**Description of the task:** Output every record word for word.

——

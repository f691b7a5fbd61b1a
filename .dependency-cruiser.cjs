// Imports go one way: chemistry <- bench <- lessons <- server <- (actions, pages). Islands import chemistry, bench
// and lessons alone, and reach the server over HTTP.
const folder = (...names) => `^src/(${names.join('|')})/`;

/** A rule that says what a folder may import from within src. */
const only = (name, comment, ...allowed) => ({
  name,
  comment,
  severity: 'error',
  from: { path: folder(name.split(' ')[0]) },
  to: { path: '^src/', pathNot: folder(...allowed) },
});

const PURE = ['chemistry', 'bench', 'lessons'];
/** What src/lessons reads Markdown and YAML with: text in, data out. */
const TEXT_LIBRARIES = [
  'unified',
  'remark-[^/]+',
  'rehype-[^/]+',
  'mdast-util-[^/]+',
  'hast-util-[^/]+',
  'micromark[^/]*',
  'unist-util-[^/]+',
  'vfile[^/]*',
  'yaml',
  'zod',
  'katex',
  'hastscript',
  '@types/[^/]+',
  'property-information',
];

/** @type {import('dependency-cruiser').IConfiguration} */
module.exports = {
  forbidden: [
    only('chemistry knows nothing of the product', 'chemistry is read like a published package', 'chemistry'),
    only('bench stands on chemistry', 'a replay runs anywhere', 'chemistry', 'bench'),
    only(
      'lessons stand on chemistry and bench',
      'a lesson compiles anywhere',
      'chemistry',
      'bench',
      'lessons',
    ),
    only(
      'server knows no pages',
      'pages and actions call the server, never the other way',
      ...PURE,
      'server',
    ),
    only(
      'islands reach the server over HTTP',
      'what an island imports is sent to the browser',
      ...PURE,
      'islands',
      'styles',
    ),
    {
      name: 'components hold no secrets of the server',
      comment: 'a React component may become part of an island',
      severity: 'error',
      from: { path: '^src/components/.*\\.tsx$' },
      to: { path: folder('server', 'actions', 'pages') },
    },
    {
      name: 'chemistry and bench import no package',
      comment:
        'no framework, database, browser or Node.js: the same code runs in the browser, on the server and in tests',
      severity: 'error',
      from: { path: folder('chemistry', 'bench') },
      to: {
        dependencyTypes: ['core', 'npm', 'npm-dev', 'npm-optional', 'npm-peer', 'npm-no-pkg', 'npm-unknown'],
      },
    },
    {
      name: 'lessons import text libraries alone',
      comment: 'no framework, database, browser or Node.js',
      severity: 'error',
      from: { path: folder('lessons') },
      to: {
        dependencyTypes: ['core', 'npm', 'npm-dev', 'npm-optional', 'npm-peer', 'npm-no-pkg', 'npm-unknown'],
        pathNot: `node_modules/(${TEXT_LIBRARIES.join('|')})/`,
      },
    },
    {
      name: 'no circles',
      comment: 'each part can be read by itself',
      severity: 'error',
      from: { path: '^src/' },
      to: { circular: true, viaOnly: { dependencyTypesNot: ['type-only'] } },
    },
    {
      name: 'nothing missing',
      comment: 'every import exists',
      severity: 'error',
      from: {},
      to: { couldNotResolve: true, pathNot: '^(astro:|virtual:)' },
    },
    {
      name: 'the product needs no tool of its developers',
      comment: 'a production installation has no devDependencies',
      severity: 'error',
      from: { path: '^src/' },
      to: {
        dependencyTypes: ['npm-dev'],
        dependencyTypesNot: ['type-only'],
        pathNot: 'node_modules/@types/',
      },
    },
  ],
  options: {
    doNotFollow: { path: 'node_modules' },
    exclude: { path: '^(dist|\\.astro|\\.data)/' },
    tsPreCompilationDeps: true,
    tsConfig: { fileName: 'tsconfig.json' },
    enhancedResolveOptions: {
      exportsFields: ['exports'],
      conditionNames: ['import', 'node', 'default', 'types'],
    },
  },
};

——

**Result below:**
repository f691b7a5fbd61b1a
filename .dependency-cruiser.cjs
// Imports go one way: chemistry <- bench <- lessons <- server <- (actions, pages). Islands import chemistry, bench
// and lessons alone, and reach the server over HTTP.
const folder = (...names) => `^src/(${names.join('|')})/`;

/** A rule that says what a folder may import from within src. */
const only = (name, comment, ...allowed) => ({
  name,
  comment,
  severity: 'error',
  from: { path: folder(name.split(' ')[0]) },
  to: { path: '^src/', pathNot: folder(...allowed) },
});

const PURE = ['chemistry', 'bench', 'lessons'];
/** What src/lessons reads Markdown and YAML with: text in, data out. */
const TEXT_LIBRARIES = [
  'unified',
  'remark-[^/]+',
  'rehype-[^/]+',
  'mdast-util-[^/]+',
  'hast-util-[^/]+',
  'micromark[^/]*',
  'unist-util-[^/]+',
  'vfile[^/]*',
  'yaml',
  'zod',
  'katex',
  'hastscript',
  '@types/[^/]+',
  'property-information',
];

/** @type {import('dependency-cruiser').IConfiguration} */
module.exports = {
  forbidden: [
    only('chemistry knows nothing of the product', 'chemistry is read like a published package', 'chemistry'),
    only('bench stands on chemistry', 'a replay runs anywhere', 'chemistry', 'bench'),
    only(
      'lessons stand on chemistry and bench',
      'a lesson compiles anywhere',
      'chemistry',
      'bench',
      'lessons',
    ),
    only(
      'server knows no pages',
      'pages and actions call the server, never the other way',
      ...PURE,
      'server',
    ),
    only(
      'islands reach the server over HTTP',
      'what an island imports is sent to the browser',
      ...PURE,
      'islands',
      'styles',
    ),
    {
      name: 'components hold no secrets of the server',
      comment: 'a React component may become part of an island',
      severity: 'error',
      from: { path: '^src/components/.*\\.tsx$' },
      to: { path: folder('server', 'actions', 'pages') },
    },
    {
      name: 'chemistry and bench import no package',
      comment:
        'no framework, database, browser or Node.js: the same code runs in the browser, on the server and in tests',
      severity: 'error',
      from: { path: folder('chemistry', 'bench') },
      to: {
        dependencyTypes: ['core', 'npm', 'npm-dev', 'npm-optional', 'npm-peer', 'npm-no-pkg', 'npm-unknown'],
      },
    },
    {
      name: 'lessons import text libraries alone',
      comment: 'no framework, database, browser or Node.js',
      severity: 'error',
      from: { path: folder('lessons') },
      to: {
        dependencyTypes: ['core', 'npm', 'npm-dev', 'npm-optional', 'npm-peer', 'npm-no-pkg', 'npm-unknown'],
        pathNot: `node_modules/(${TEXT_LIBRARIES.join('|')})/`,
      },
    },
    {
      name: 'no circles',
      comment: 'each part can be read by itself',
      severity: 'error',
      from: { path: '^src/' },
      to: { circular: true, viaOnly: { dependencyTypesNot: ['type-only'] } },
    },
    {
      name: 'nothing missing',
      comment: 'every import exists',
      severity: 'error',
      from: {},
      to: { couldNotResolve: true, pathNot: '^(astro:|virtual:)' },
    },
    {
      name: 'the product needs no tool of its developers',
      comment: 'a production installation has no devDependencies',
      severity: 'error',
      from: { path: '^src/' },
      to: {
        dependencyTypes: ['npm-dev'],
        dependencyTypesNot: ['type-only'],
        pathNot: 'node_modules/@types/',
      },
    },
  ],
  options: {
    doNotFollow: { path: 'node_modules' },
    exclude: { path: '^(dist|\\.astro|\\.data)/' },
    tsPreCompilationDeps: true,
    tsConfig: { fileName: 'tsconfig.json' },
    enhancedResolveOptions: {
      exportsFields: ['exports'],
      conditionNames: ['import', 'node', 'default', 'types'],
    },
  },
};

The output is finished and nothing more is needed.